The eyes are only physical devices that take in information. It is our brains that actually process and interpret the information and construct a mental image of the world based upon the sensory-input provided by the eyes. In that sense, any image that we see "with our eyes" while awake is really just a picture made by our mind--though, while awake, our mental construct of the world is constrained (for the most part) by the data being collected by our senses. The data collected by our eyes is restricted to the visible wavelengths of light, but the experience of seeing color is created by our minds.

Another example:  depth perception. Our eyes DO NOT see depth. One eye sees one flat image, and the other eye sees another flat image. It is our brain/mind that puts the two together to create our experience of seeing in three dimensions.

I think, therefore, that it is not a huge leap to imagine that it is at least possible for our brains during sleep, when no longer constrained by sensory input of the outside world, to construct an experience of "seeing" a color outside of our normal experience of color. Perhaps it is unlikely, but that the eyes can only physically percieve the colors that they can is really quite irrelevant to the question of whether our minds are powerful enough to create an experience not possible in waking life.

Our brains are, after all, able to take the raw data of our senses and create a mental "image" (visual, auditory, tactile, gustatory, and olfactory) of the world that is an extremely complex and truly awe-inspiring feat of computation and virtual representation. AND our brains can do all of that without the benefit of the senses--and indeed in spite of them--when we dream.

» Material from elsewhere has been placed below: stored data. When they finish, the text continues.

import * as ss from 'simple-statistics';
import { describe, expect, it } from 'vitest';
import { createSeededRandom } from '../engine/seeded-random';
import { quantile } from './quantile';

describe('quantile(values, p, valueof?)', () => {
  it('matches simple-statistics quantile (type 7) on random data', () => {
    // Source: simple-statistics 7.12 quantileSorted, numpy type 7.
    const rnd = createSeededRandom(11);
    const x = Array.from({ length: 537 }, () => rnd.normal());
    for (const p of [0, 0.01, 0.05, 0.25, 0.5, 0.77, 0.95, 1]) expect(quantile(x, p)).toBeCloseTo(ss.quantile(x, p), 12);
  });
  it('returns NaN for empty input and p outside [0, 1]', () => {
    expect(quantile([], 0.5)).toBeNaN();
    expect(quantile([1, 2], 1.5)).toBeNaN();
  });
  it('gives the value for one value and skips NaN', () => {
    expect(quantile([3], 0.9)).toBe(3);
    expect(quantile([NaN, 1, 3, NaN], 0.5)).toBe(2);
  });
  it('reads through the accessor and does not mutate the input', () => {
    const rows = [{ v: 3 }, { v: 1 }, { v: 2 }];
    expect(quantile(rows, 0.5, (d) => d.v)).toBe(2);
    expect(rows[0].v).toBe(3);
  });
});
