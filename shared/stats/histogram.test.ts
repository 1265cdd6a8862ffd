import { describe, expect, it } from 'vitest';
import { createSeededRandom } from '../engine/seeded-random';
import { histogram } from './histogram';

describe('histogram(values, options, valueof?)', () => {
  it('normalises to a density that integrates to 1', () => {
    // Source: derived (definition of a probability density).
    const rnd = createSeededRandom(2);
    const h = histogram(Array.from({ length: 5000 }, () => rnd.normal()), { min: -5, max: 5, bins: 50 });
    const w = 10 / 50;
    expect(h.density.reduce((s, d) => s + d * w, 0)).toBeCloseTo(1, 12);
    // Standard normal density at 0 is 1/sqrt(2π) ≈ 0.399 [common practice]; bin [-0.1, 0.1), 4 SE tolerance.
    expect(h.density[25]).toBeGreaterThan(0.3);
    expect(h.density[25]).toBeLessThan(0.5);
  });
  it('puts max in the last bin and counts values outside', () => {
    const h = histogram([0, 1, 2, 3, 4, -1, 9, NaN], { min: 0, max: 4, bins: 4 });
    expect(Array.from(h.counts)).toEqual([1, 1, 1, 2]);
    expect(h.outside).toBe(2);
  });
  it('returns zero density for empty input and empty arrays for bad options', () => {
    expect(Array.from(histogram([], { min: 0, max: 1, bins: 2 }).density)).toEqual([0, 0]);
    expect(histogram([1], { min: 1, max: 1, bins: 2 }).counts.length).toBe(0);
  });
  it('reads through the accessor', () => {
    expect(Array.from(histogram([{ v: 0.2 }, { v: 0.7 }], { min: 0, max: 1, bins: 2 }, (d) => d.v).counts)).toEqual([1, 1]);
  });
});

Is it really wise to so adamantly and prematurely rule out the possibility of our astonishingly powerful brains imagining one little "color" that is not red, yellow, blue or one of their many combinations simply because the eyes are physically incapable of providing sensory data for this new "color"?

----------


## Rodiath

Couldn't be bothered to read all of this, but I'm sure this is possible. People repeatedly report seeing colours they have never seen before while on lsd. Your eyes might be limited to three colours, your mind is not.

----------


## RunflaCruiser

I've seen my emotions with my eyes while on a form of LSD.

----------


## gigaschatten

> There is no way to see a color that doesn't exist. Maybe see a color that you haven't seen before but you could do that once in every dream since the pixels of life are in the billions of different shades of color.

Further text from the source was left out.